# Work required
In how many lines of the data below does the word "length" appear? Reply with the number and nothing more.
# # # #
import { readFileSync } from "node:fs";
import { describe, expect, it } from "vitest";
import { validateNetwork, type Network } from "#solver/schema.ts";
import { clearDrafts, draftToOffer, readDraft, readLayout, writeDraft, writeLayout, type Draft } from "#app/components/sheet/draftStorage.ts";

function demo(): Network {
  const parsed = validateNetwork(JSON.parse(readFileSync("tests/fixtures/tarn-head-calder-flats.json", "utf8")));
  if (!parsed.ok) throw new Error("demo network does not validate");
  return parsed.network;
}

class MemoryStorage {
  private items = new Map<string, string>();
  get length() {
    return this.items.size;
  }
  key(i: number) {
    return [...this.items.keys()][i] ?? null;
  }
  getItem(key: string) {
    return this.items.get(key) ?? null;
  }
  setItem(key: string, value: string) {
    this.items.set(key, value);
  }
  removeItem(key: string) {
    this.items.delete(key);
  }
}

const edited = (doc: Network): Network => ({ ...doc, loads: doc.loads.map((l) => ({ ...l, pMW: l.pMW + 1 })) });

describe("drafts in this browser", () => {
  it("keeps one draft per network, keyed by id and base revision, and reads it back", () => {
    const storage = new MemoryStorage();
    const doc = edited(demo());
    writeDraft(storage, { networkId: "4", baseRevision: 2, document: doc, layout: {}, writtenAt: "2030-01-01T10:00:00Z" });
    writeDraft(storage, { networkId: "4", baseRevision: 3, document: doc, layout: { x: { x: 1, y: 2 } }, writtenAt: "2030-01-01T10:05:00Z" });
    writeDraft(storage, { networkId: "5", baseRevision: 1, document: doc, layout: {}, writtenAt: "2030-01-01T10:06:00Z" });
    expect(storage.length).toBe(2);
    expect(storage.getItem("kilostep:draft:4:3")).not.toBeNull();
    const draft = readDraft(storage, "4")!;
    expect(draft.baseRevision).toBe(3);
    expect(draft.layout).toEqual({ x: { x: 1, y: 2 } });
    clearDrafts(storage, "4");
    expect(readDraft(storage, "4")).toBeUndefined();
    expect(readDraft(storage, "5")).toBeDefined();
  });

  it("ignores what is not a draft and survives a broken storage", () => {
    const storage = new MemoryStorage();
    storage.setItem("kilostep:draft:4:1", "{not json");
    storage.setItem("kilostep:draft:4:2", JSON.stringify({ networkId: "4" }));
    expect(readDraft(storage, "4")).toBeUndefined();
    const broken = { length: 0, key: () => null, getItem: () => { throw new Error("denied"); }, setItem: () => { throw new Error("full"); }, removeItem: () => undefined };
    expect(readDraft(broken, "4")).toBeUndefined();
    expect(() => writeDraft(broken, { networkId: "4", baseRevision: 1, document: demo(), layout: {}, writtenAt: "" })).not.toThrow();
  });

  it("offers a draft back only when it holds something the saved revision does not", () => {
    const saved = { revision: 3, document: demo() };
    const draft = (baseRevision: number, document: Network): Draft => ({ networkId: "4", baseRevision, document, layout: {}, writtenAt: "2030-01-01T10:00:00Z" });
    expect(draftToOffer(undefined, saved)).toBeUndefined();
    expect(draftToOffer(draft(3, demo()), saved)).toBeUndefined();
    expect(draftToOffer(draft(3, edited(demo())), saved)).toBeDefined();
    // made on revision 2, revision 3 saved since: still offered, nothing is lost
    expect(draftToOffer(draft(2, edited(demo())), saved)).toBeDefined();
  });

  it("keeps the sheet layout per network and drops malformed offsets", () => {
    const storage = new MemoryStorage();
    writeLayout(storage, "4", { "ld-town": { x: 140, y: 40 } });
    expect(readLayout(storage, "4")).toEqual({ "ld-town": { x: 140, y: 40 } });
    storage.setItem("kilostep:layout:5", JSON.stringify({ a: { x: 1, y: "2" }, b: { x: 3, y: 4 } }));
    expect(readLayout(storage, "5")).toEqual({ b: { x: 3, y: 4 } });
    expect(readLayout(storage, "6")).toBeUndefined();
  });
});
# # # #
# Result
3